Татаров пожал плечами:
– У тестя моего дом весь в сайдинге. Розовый, вроде симпатичный. Не знаю, мне нравится!
– Я бы на вашем месте приглядывал за тестем, – посоветовал неуемный Илюшин, но Бабкин ткнул его кулаком в бок, и Макар заткнулся.
К счастью, Татаров вроде бы не обиделся.
Он обещал позвонить, как только эксперты разберутся с машиной. Следы крови или борьбы и отпечатки, принадлежащие кому-то, кроме Оксаны, – вот что интересовало их в первую очередь.
– Да, чуть не забыл! – Татаров напоследок хлопнул себя по лбу. – Мы хотя бы знаем, что Баренцева не покидала пределов страны. Не зарегистрировано пассажиров с таким именем ни на авиалиниях, ни на железной дороге.
12
Вернувшись в коттедж, временно ставший их рабочим местом, Макар нарисовал схематично Алабушево в виде овала, отделенного от «Серебряных родников» двумя кривоватыми линиями железной дороги, и обозначил точку, где была найдена машина.
– Мы с тобой упустили из виду самый очевидный вариант, – сказал он.
Бабкин согласно кивнул. Он тоже увидел, где в их предположениях дыра.
– Баренцева никуда не шла, – проворчал он. – Она пересела в другую тачку…

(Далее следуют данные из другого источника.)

static void v3000__errors_name_line_and_word(void **state)
{
    fixture *f = *state;
    static const struct {
        const char *text;
        bs_status status;
        long line;
        const char *message;
    } cases[] = {
        {"\n\n\n  0  0  0     0  0            999 V3000\nM  V30 BEGIN CTAB\n", BS_ESYNTAX, 6,
         "line 6: the record ends; a line that starts with 'M  V30' was expected"},
        {V3000("900000000 1", "", ""), BS_ESYNTAX, 6,
         "line 6, columns 15 to 23: '900000000' stands where the number of atoms was expected"},
        {V3000("9000000 1", "", ""), BS_ESYNTAX, 6,
         "line 6: 9000000 atoms and 1 bonds are announced; the record is too short for them"},
        {V3000("1 0", "M  V30 1 C 0 0\n", ""), BS_ESYNTAX, 8,
         "line 8: the line ends where a coordinate such as 1.25 was expected"},
        {V3000("1 0", "M  V30 1 [C,N] 0 0 0 0\n", ""), BS_EVALUE, 8,
         "line 8: a list of elements; a molecule has one element at each place"},
        {V3000("1 0", "M  V30 1 C 0 0 0 0 CHG=x\n", ""), BS_ESYNTAX, 8,
         "line 8, column 24: 'x' stands where a charge (-15 to 15) was expected"},
        {V3000("2 0", "M  V30 1 C 0 0 0 0\nM  V30 1 C 0 0 0 0\n", ""), BS_EVALUE, 9,
         "line 9, column 8: '1' stands where an atom number of its own was expected"},
        {V3000("1 1", "M  V30 1 C 0 0 0 0\n",
               "M  V30 BEGIN BOND\nM  V30 1 1 1 7\nM  V30 END BOND\nM  V30 END CTAB\n"),
         BS_EVALUE, 11, "line 11, column 14: '7' stands where the number of an atom was expected"},
        {V3000("2 1", "M  V30 1 C 0 0 0 0\nM  V30 2 C 0 0 0 0\n", "M  V30 END CTAB\nM  END\n"),
         BS_ESYNTAX, 11, "line 11: the table ends without its bonds"},
    };

    for (size_t i = 0; i < sizeof cases / sizeof *cases; i++)
        check_refuses(f, cases[i].text, strlen(cases[i].text), cases[i].status, cases[i].line,
                      cases[i].message);
}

– …вместе с ковриком и ножницами, – закончил Илюшин. – И на этой машине могла и до станции доехать, и скрыться в любом направлении. Нам нужно своими глазами посмотреть съемку с ближайших дорожных камер. Она могла сидеть на пассажирском месте.
Бабкин застонал.
– К счастью, не такое уж там оживленное автомобильное движение, – утешил Макар. – Нам нужен промежуток с четырнадцати пятнадцати – самое раннее, когда она могла оказаться в Алабушеве – и, допустим, до шестнадцати часов. Но что заставило ее бросить свою машину? Не заметала же она следы, пытаясь скрыться от семьи?

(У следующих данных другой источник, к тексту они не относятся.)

disconnection "tert-butyl-ester-protection" {
    about = "tert-Butyl protection of an acid; survives base, nucleophiles, hydrogenation; removed by acid",
    rxno = "RXNO:0000432",
    target = "[#6:1][C;X3:2](=[O;X1:3])-!@[O;X2:4][C;X4;H0:5]([C;H3:6])([C;H3:7])[C;H3:8]",
    cut = { 2, 4 },
    acceptor = { 2, "acyl-acid" },
    donor = { 4, "alcohol" },
    conditions = "acylation",
    recipe = "Boc2O, DMAP, tBuOH; also: DCC, DMAP, tBuOH; isobutene, H2SO4; tert-butyl trichloroacetimidate",
    yield = { 75, 95 },
    cautions = { "di-tert-butyl dicarbonate", "4-dimethylaminopyridine" },
    source = "Wuts, Greene's Protective Groups in Organic Synthesis; from memory",
    example { "O=C(OC(C)(C)C)c1ccc(Br)nc1", from = { "O=C(O)c1ccc(Br)nc1", "CC(C)(C)O" } },
    example { "CC(C)(C)OC(=O)c1ccccc1", from = { "OC(=O)c1ccccc1", "CC(C)(C)O" } },
    refuse { "CNC(=O)OC(C)(C)C" }, -- Boc carbamate
}

disconnection "benzyl-ester-protection" {
    about = "Benzyl ester (carboxylic acid protection); survives TFA, mild base; removed by hydrogenolysis",
    rxno = "RXNO:0000325",
    target = "[#6:1][C;X3:2](=[O;X1:3])[O;X2:4]-!@[C;X4;H2:5][c:6]1[c;H1:7][c;H1:8][c;H1:9][c;H1:10][c;H1:11]1",
    cut = { 5, 4 },
    acceptor = { 5, "alkyl" },
    donor = { 4, "carboxylate" },
    conditions = "alkylation",
    also_attacks = { "tertiary amine" },
    recipe = "BnBr, K2CO3 or Cs2CO3, DMF, rt; also: BnOH, DCC, DMAP",
    yield = { 85, 97 },
    cautions = { "benzyl bromide", "N,N-dimethylformamide" },
    source = "Wuts, Greene's Protective Groups in Organic Synthesis; from memory",
    example { "O=C(OCc1ccccc1)[C@H](Cc1ccccc1)NC(=O)OC(C)(C)C",
        from = { "OC(=O)[C@H](Cc1ccccc1)NC(=O)OC(C)(C)C", "BrCc1ccccc1" } },
    example { "O=C(OCc1ccccc1)c1ccccc1O", from = { "OC(=O)c1ccccc1O", "BrCc1ccccc1" } },
    refuse { "CNC(=O)OCc1ccccc1" }, -- Cbz carbamate
}

interconversion "benzyl-ester-removal" {
    about = "Hydrogenolysis of a benzyl ester (carboxy group deprotection); Boc, tert-butyl and methyl ester, silyl ether survive",
    rxno = "RXNO:0000433",
    target = "[#6:1][C;X3:2](=[O;X1:3])[O;X2;H1:4]",
    from = "[#6:1][C;X3:2](=[O;X1:3])[O;X2;H0:4][C;X4;H2]c1ccccc1",
    conditions = "h2-pd",
    also_attacks = { "aryl halide", "thiol", "thioether" },
    recipe = "H2, Pd/C, EtOAc or MeOH, rt; also: LiOH; BCl3",
    yield = { 90, 99 },
    cautions = { "hydrogen" },
    source = "Wuts, Greene's Protective Groups in Organic Synthesis; from memory",
    example { "OC(=O)CCC(=O)OC(C)(C)C", from = { "CC(C)(C)OC(=O)CCC(=O)OCc1ccccc1" } },
    example { "OC(=O)[C@H](C)NC(=O)OC(C)(C)C", from = { "C[C@H](NC(=O)OC(C)(C)C)C(=O)OCc1ccccc1" } },
    refuse { "CNC(=O)O" }, -- carbamic acid
}

disconnection "acetonide-protection" {
    about = "Acetonide of a 1,2-diol (protection); 1,2-diol before 1,3-diol with acetone; cis in rings; survives base, hydride, oxidation, hydrogenation; removed by acid",
    rxno = "RXNO:0000078",
    target = "[C;X4:1]1[O;X2;r5:2][C;X4;r5:3]([C;H3:4])([C;H3:5])[O;X2;r5:6][C;X4:7]1",
    from = "[C;X4:1]([O;X2;H1:2])[C;X4:7][O;X2;H1:6].[C;X3:3]([C;H3:4])([C;H3:5])=[O;X1]",
    conditions = "acid-hot-dry",
    recipe = "acetone or Me2C(OMe)2, TsOH or CSA (cat), rt; also: CH2=C(OMe)Me",
    yield = { 80, 97 },
    source = "Wuts, Greene's Protective Groups in Organic Synthesis; from memory",
    example { "OC[C@@H]1COC(C)(C)O1", from = { "OC[C@@H](O)CO", "CC(C)=O" } },
    example { "CC1(C)OC[C@@H](O1)C(=O)OC", from = { "COC(=O)[C@H](O)CO", "CC(C)=O" } },
    refuse { "CC1OCCO1" }, -- ethylidene acetal: comes from acetaldehyde
}

interconversion "acetonide-removal" {
    about = "Hydrolysis of an acetonide (hydroxy group deprotection); benzyl ether, ester, Cbz survive; terminal before internal acetonide",
    rxno = "RXNO:0000430",
    target = "[C;X4:1]([O;X2;H1:2])[C;X4:7][O;X2;H1:6]",
    from = "[C;X4:1]1[O;X2;H0:2][C;X4]([C;H3])([C;H3])[O;X2;H0:6][C;X4:7]1",
    conditions = "acid-aq-mild",
    also_attacks = { "tert-butyl ester", "Boc amine", "silyl ether", "MOM ether", "epoxide",
        "tertiary alcohol" },
    recipe = "AcOH-H2O, 40-60 °C; also: HCl, MeOH; TFA-H2O; CuCl2",
    yield = { 85, 98 },
    source = "Wuts, Greene's Protective Groups in Organic Synthesis; from memory",
    example { "OC[C@H](O)COCc1ccccc1", from = { "CC1(C)OC[C@@H](COCc2ccccc2)O1" } },
    example { "OC[C@@H](O)C=C", from = { "C=C[C@H]1COC(C)(C)O1" } },
    refuse { "OCCCO" }, -- 1,3-diol: six-membered acetonide has its own rule
}

disconnection "dithiane-protection" {
    about = "1,3-Dithiane of an aldehyde (carbonyl group protection); survives acid and base; C-H acidic (acyl anion equivalent); removed by Hg(II) or oxidants",
    rxno = "RXNO:0000657",
    target = "[#6:1][C;X4;H1;r6:2]1[S;X2;r6:3][C;H2:4][C;H2:5][C;H2:6][S;X2;r6:7]1",
    from = "[#6:1][C;X3;H1:2]=[O;X1].[S;X2;H1:3][C;H2:4][C;H2:5][C;H2:6][S;X2;H1:7]",
    conditions = "lewis-acid",
    also_attacks = { "aldehyde", "ketone", "enone" },
    recipe = "HS(CH2)3SH, BF3·OEt2 or I2 (cat), CH2Cl2, 0 °C",
    yield = { 85, 98 },
    cautions = { "propanedithiol", "boron trifluoride etherate" },
    source = "Wuts, Greene's Protective Groups in Organic Synthesis; from memory",
    example { "COc1ccc(cc1)C1SCCCS1", from = { "COc1ccc(C=O)cc1", "SCCCS" } },
    example { "C1CSC(SC1)c1ccccc1", from = { "O=Cc1ccccc1", "SCCCS" } },
    refuse { "C1CSCCSC1" }, -- two sulfurs on different carbons
}

interconversion "dithiane-removal" {
    about = "Hydrolysis of a 1,3-dithiane (deprotection); acetal, silyl ether, ester survive",
    rxno = "RXNO:0000203",
    target = "[#6:1]-!@[C;X3;!R:2](-!@[#6;!$([CX4;H3]):3])=[O;X1]",
    from = "[#6:1][C:2]1([#6:3])SCCCS1",
    conditions = "periodate",
    also_attacks = { "alkene", "phenol", "primary amine" },
    recipe = "PhI(OCOCF3)2, MeCN-H2O, 0 °C; also: HgCl2, CaCO3, MeCN-H2O; MeI, CaCO3; NCS, AgNO3",
    yield = { 75, 95 },
    cautions = { "mercury(II) chloride" },
    source = "Wuts, Greene's Protective Groups in Organic Synthesis; from memory",
    example { "CCCCC(=O)c1ccc(OC)cc1", from = { "CCCCC1(SCCCS1)c1ccc(OC)cc1" } },
    example { "CCC(=O)c1ccccc1", from = { "CCC1(SCCCS1)c1ccccc1" } },
    refuse { "CC(=O)OC" }, -- ester carbonyl
}

disconnection "phthalimide-protection" {
    about = "Phthalimide protection; primary amines only; survives acid, oxidation; removed by hydrazine",
    rxno = "RXNO:0000418",
    target = "[O;X1:6]=[C;X3:1]1[c:7][c:8][C;X3:3](=[O;X1:9])[N;X3:2]1[#6:4]",
    from = "[O;X1:6]=[C;X3:1]1[c:7][c:8][C;X3:3](=[O;X1:9])[O;X2]1.[N;X3;H2:2][#6:4]",
    conditions = "acid-hot-dry",
    also_attacks = { "primary amine", "secondary amine", "thiol" },
    recipe = "phthalic anhydride, AcOH, reflux or toluene, Et3N, Dean-Stark; also: N-ethoxycarbonylphthalimide, Na2CO3 (no racemisation)",
    yield = { 80, 95 },
    cautions = { "phthalic anhydride" },
    source = "Wuts, Greene's Protective Groups in Organic Synthesis; from memory",
    example { "O=C1CCC(N2C(=O)c3ccccc3C2=O)C(=O)N1", from = { "O=C1OC(=O)c2ccccc12", "NC1CCC(=O)NC1=O" } },
    example { "O=C1c2ccccc2C(=O)N1Cc1ccccc1", from = { "O=C1OC(=O)c2ccccc12", "NCc1ccccc1" } },
    refuse { "O=C1NC(=O)c2ccccc12" }, -- phthalimide itself: nothing on nitrogen
}

interconversion "phthalimide-removal" {
    about = "Phthalimide deprotection; Boc, Cbz, benzyl ether, silyl ether survive",
    rxno = "RXNO:0000419",
    target = "[C;X4;H1,H2;!$(C([#7])[#7,#8,#16]):1][N;X3;H2:2]",
    from = "[C;X4:1][N;X3;H0:2]1C(=O)c2ccccc2C1=O",
    conditions = "hydrazine",
    recipe = "N2H4·H2O, EtOH, rt to reflux; also: MeNH2; NaBH4, iPrOH then AcOH",
    yield = { 80, 96 },
    cautions = { "hydrazine" },
    source = "Wuts, Greene's Protective Groups in Organic Synthesis; from memory",
    example { "CCOC1CCC(N)CC1", from = { "CCOC1CCC(CC1)N1C(=O)c2ccccc2C1=O" } },
    example { "NC1CCCC1", from = { "O=C1c2ccccc2C(=O)N1C1CCCC1" } },
    refuse { "CNC" }, -- secondary amine is not released
}

disconnection "trityl-ether-protection" {
    about = "Trityl ether protection of a primary hydroxyl group; primary alcohol only; survives base, hydride; removed by mild acid",
    rxno = "RXNO:0000323",
    target = "[C;X4;H2:1][O;X2:2][C;X4;H0:3]([c:4])([c:5])[c:6]",
    from = "[C;X4;H2:1][O;X2;H1:2].[Cl;X1][C;X4;H0:3]([c:4])([c:5])[c:6]",
    conditions = "silylation",
    also_attacks = { "primary amine", "thiol" },
    recipe = "TrCl, pyridine or Et3N, DMAP (cat), CH2Cl2, rt",
    yield = { 80, 95 },
    cautions = { "pyridine", "4-dimethylaminopyridine" },
    source = "Wuts, Greene's Protective Groups in Organic Synthesis; from memory",
    example { "OC(C)COC(c1ccccc1)(c1ccccc1)c1ccccc1", from = { "OC(C)CO", "ClC(c1ccccc1)(c1ccccc1)c1ccccc1" } },
    example { "C(OCc1ccccc1)COC(c1ccccc1)(c1ccccc1)c1ccccc1",
        from = { "OCCOCc1ccccc1", "ClC(c1ccccc1)(c1ccccc1)c1ccccc1" } },
    refuse { "CC(C)OC(c1ccccc1)(c1ccccc1)c1ccccc1" }, -- secondary alcohol: too hindered under these conditions
}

Сергей молчал. Он представлял, как Маша идет по деревне, – не селу Алабушево, пыльному пригороду, а настоящей русской деревне, где дома с наличниками, амбары, пьяницы и гуси, – идет в длинном платье до пят, а на голове у нее, допустим, зеленый платок. Или синий. Нет, лучше зеленый – пойдет к глазам и ее мягкой золотой рыжине. Вокруг крапива колосится! Иван-да-марья цветет! Буренки доятся! Молоко звенит, ударяясь о стенки подойника! А Маша подходит к нему, сияя, и ласково говорит:
– …что-то смущает меня твоя привычка вырубаться во время серьезных производственных совещаний.

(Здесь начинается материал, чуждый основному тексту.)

/* Hydration: Markovnikov by acid, the other way by hydroboration; each lists the other as rival. */
static void hydration__lists_the_other_regioisomer_as_rival(void **state)
{
    book b = new_book(state);
    int acid = add_from(&b, "acid hydration", "[CX4;H0,H1:1]([OX2H:3])[CX4;H3:2]", "[C:1]=[C:2]");
    int boron = add_from(&b, "hydroboration", "[CX4;H2:1]([OX2H:3])[CX4;!H0:2]", "[C:1]=[C:2]");
    bs_steps steps = back(&b, acid, "CCCC(C)O");
    bs_product_sets sets;

    assert_int_equal(steps.count, 1);
    assert_true(has_step(&b, &steps, "CCCC=C", NULL));
    assert_true(has_rival(&b, &steps.items[0], "CCCCCO"));
    steps = back(&b, boron, "CCCCCO");
    assert_int_equal(steps.count, 1);
    assert_true(has_rival(&b, &steps.items[0], "CCCC(C)O"));
    sets = forth(&b, boron, "CCCC=C", NULL);
    assert_int_equal(sets.count, 2);
    assert_true(sets.items[0].expected);
    assert_int_equal(verdict_on(&b, &sets, "CCCCCO"), 1);
    assert_int_equal(verdict_on(&b, &sets, "CCCC(C)O"), 0);
    bs_rules_free(b.rules);
}

static void lindlar__makes_the_z_alkene_only(void **state)
{
    book b = new_book(state);
    int lindlar = add_from(&b, "Lindlar", "[#6:3]/[CX3;H1:1]=[CX3;H1:2]\\[#6:4]",
                           "[#6:3][CX2;H0:1]#[CX2;H0:2][#6:4]");
    int sodium = add_from(&b, "dissolving metal", "[#6:3]/[CX3;H1:1]=[CX3;H1:2]/[#6:4]",
                          "[#6:3][CX2;H0:1]#[CX2;H0:2][#6:4]");
    bs_product_sets sets = forth(&b, lindlar, "CCC#CCC", NULL);

    assert_int_equal(back(&b, lindlar, "CC/C=C\\CC").count, 1);
    assert_int_equal(back(&b, lindlar, "CC/C=C/CC").count, 0);
    assert_int_equal(back(&b, sodium, "CC/C=C/CC").count, 1);
    assert_int_equal(back(&b, sodium, "CC/C=C\\CC").count, 0);
    assert_int_equal(back(&b, sodium, "CCC=CCC").count, 0);
    assert_int_equal(sets.count, 1);
    assert_int_equal(verdict_on(&b, &sets, "CC/C=C\\CC"), 1);
    bs_rules_free(b.rules);
}

/* Osmylation is syn: a ring alkene gives the cis diol, whichever face is attacked. */
static void osmylation__makes_cis_diols_only(void **state)
{
    book b = new_book(state);
    int index =
        add_from(&b, "osmylation", "[#6;R:5][C@;X4;H1;R:1]([OX2H1])[C@;X4;H1;R:3]([OX2H1])[#6;R:6]",
                 "[#6;R:5][CX3;H1;R:1]=[CX3;H1;R:3][#6;R:6]");

    assert_int_equal(back(&b, index, "O[C@@H]1CCCC[C@@H]1O").count, 1);
    assert_int_equal(back(&b, index, "O[C@@H]1CCCC[C@H]1O").count, 0);
    assert_int_equal(back(&b, index, "OC1CCCCC1O").count, 1);
    /* With another centre in the ring the two faces give two diastereomers; both are cis. */
    assert_int_equal(back(&b, index, "O[C@@H]1C[C@H](C)CC[C@@H]1O").count, 1);
    assert_int_equal(back(&b, index, "O[C@@H]1C[C@@H](C)CC[C@@H]1O").count, 1);
    assert_int_equal(back(&b, index, "O[C@@H]1C[C@H](C)CC[C@H]1O").count, 0);
    bs_rules_free(b.rules);
}

/* Mitsunobu: inversion, whichever hand the alcohol has. */
static void mitsunobu__turns_either_hand(void **state)
{
    book b = new_book(state);
    int index = add_from(&b, "Mitsunobu azide", "[C@;X4;H1:1]([#6:4])([#6:6])[NX2:2]=[N+:3]=[N-:5]",
                         "[C@@;X4;H1:1]([#6:4])([#6:6])[OX2;H1]");
    bs_steps r = back(&b, index, "C[C@H](N=[N+]=[N-])CC");
    bs_steps s = back(&b, index, "C[C@@H](N=[N+]=[N-])CC");

    assert_int_equal(r.count, 1);
    assert_true(has_step(&b, &r, "C[C@@H](O)CC", NULL));
    assert_int_equal(s.count, 1);
    assert_true(has_step(&b, &s, "C[C@H](O)CC", NULL));
    assert_false(r.items[0].stereo_open);
    bs_rules_free(b.rules);
}

/* ---- Disconnections ----------------------------------------------------------------------------
 */

static const bs_equivalent_def halides[] = {{.attach = "Br"}, {.attach = "Cl"}};
static const bs_equivalent_def proton[] = {{.attach = "[H]"}};
static const bs_equivalent_def sodium[] = {{.attach = "[Na]", .ionic = true}};
static const bs_equivalent_def carbonyl[] = {{.rewrite = "[C:1]-[OX2H:2]>>[C:1]=[O:2]"}};
static const bs_equivalent_def grignard[] = {{.attach = "[Mg]Br"}};

static void cyanide__displaces_a_primary_halide(void **state)
{
    book b = new_book(state);
    bs_steps steps;
    bs_product_sets sets;
    int index;

    add_synthon(&b, "alkyl", BS_ACCEPTOR, halides, 2);
    add_synthon(&b, "cyanide", BS_DONOR, sodium, 1);
    index = add_cut(&b, "cyanide displacement", "[#6:4][CX4;H2:1]-!@[C:2]#[N:3]", 1, "Alkyl", 2,
                    "cyanide");
    steps = back(&b, index, "CCCC#N");
    assert_int_equal(steps.count, 2);
    assert_true(has_step(&b, &steps, "CCCBr", "[Na+].[C-]#N"));
    assert_true(has_step(&b, &steps, "CCCCl", "[Na+].[C-]#N"));
    assert_int_equal(back(&b, index, "CC(C)(C)C#N").count, 0);
    sets = forth(&b, index, "[C-]#N.[Na+]", "CCCBr");
    assert_int_equal(verdict_on(&b, &sets, "CCCC#N"), 1);
    /* A tertiary halide matches too, and its product is not what the rule promises. */
    sets = forth(&b, index, "CC(C)(C)Br", "[Na+].[C-]#N");
    assert_int_equal(verdict_on(&b, &sets, "CC(C)(C)C#N"), 0);
    bs_rules_free(b.rules);
}

static void williamson__gives_ethers_from_both_sides(void **state)
{
    book b = new_book(state);
    bs_steps steps;
    int index;

    add_synthon(&b, "alkyl", BS_ACCEPTOR, halides, 1);
    add_synthon(&b, "alcohol", BS_DONOR, proton, 1);
    index =
        add_cut(&b, "Williamson ether", "[CX4;H2,H3:1]-!@[OX2:2][#6:3]", 1, "alkyl", 2, "alcohol");
    steps = back(&b, index, "CCOCCC");
    assert_int_equal(steps.count, 2);
    assert_true(has_step(&b, &steps, "CCBr", "CCCO"));
    assert_true(has_step(&b, &steps, "CCO", "CCCBr"));
    steps = back(&b, index, "COC(C)(C)C");
    assert_int_equal(steps.count, 1);
    assert_true(has_step(&b, &steps, "CBr", "CC(C)(C)O"));
    bs_rules_free(b.rules);
}

static void amide__comes_from_acid_chloride_and_amine(void **state)
{
    book b = new_book(state);
    static const bs_equivalent_def chloride[] = {{.attach = "Cl"}};
    bs_steps steps;
    bs_product_sets sets;
    int index;

    add_synthon(&b, "acyl", BS_ACCEPTOR, chloride, 1);
    add_synthon(&b, "amine", BS_DONOR, proton, 1);
    index = add_cut(&b, "amide", "[#6:3][CX3:1](=[O:4])-!@[NX3;!$(N[CX3]=O)!H0,$(N(C)C):2]", 1,
                    "acyl", 2, "amine");
    steps = back(&b, index, "CC(=O)NCCNC");
    assert_int_equal(steps.count, 1);
    assert_true(has_step(&b, &steps, "CC(=O)Cl", "NCCNC"));
    /* The other nitrogen of the diamine reacts as well. */
    assert_true(has_rival(&b, &steps.items[0], "CC(=O)N(C)CCN"));
    sets = forth(&b, index, "NCC", "CC(=O)Cl");
    assert_true(verdict_on(&b, &sets, "CCNC(C)=O") >= 0);
    bs_rules_free(b.rules);
}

Сергей дернул головой и пришел в себя.
– Не вырубаться, а проваливаться в дремоту, – проворчал он. Макар, подлец, вырвал его из чудесного сновидения. – Забыл спросить: тебе удалось поговорить с музыкальной училкой и ее троглодитами?
– Угу.
Такое это было «угу», что Сергей мигом сбросил с себя остатки сна и приподнялся на локте.
– Что-то выяснил?
Макар отрицательно покачал головой.
– Она держит язык за зубами, и дети тоже. Я даже не могу понять, известно им что-то, или это отработанная стратегия на все случаи жизни.
– Может, Татаров их разговорит?
– Сомневаюсь. Ни Татаров, ни следователь. У тебя может получиться.
– У меня? – изумился Бабкин. – Ага, ну да. У меня-то точно есть отработанная стратегия в разговорах с детьми! Поймать – и ноги вырвать. А Токмакову я, кстати, видел сегодня утром, когда шел к машине. Красивая баба.
Красивая, мысленно согласился Илюшин. Интересно было бы увидеть их с Оксаной рядом десять лет назад. Веселая бойкая Баренцева, смешливая, яркая, жадная до впечатлений – и холодновато-отстраненная Василика с узкой прямой спиной, узкими кистями, узкими длинными глазами под иссиня-черной челкой, неожиданно светлыми, словно выгоревшими, на загорелом лице. Он поймал себя на том, что хочет спровоцировать ее, вывести из себя, чтобы она сбросила свою холодность, точно лягушачью шкурку.
– Дети сверяют по ней каждое слово, – сказал Макар. – Скажут что-то – и смотрят на нее.
– А она?
– Делает вид, что не замечает. За этим могут стоять обычные отношения учителя и учеников.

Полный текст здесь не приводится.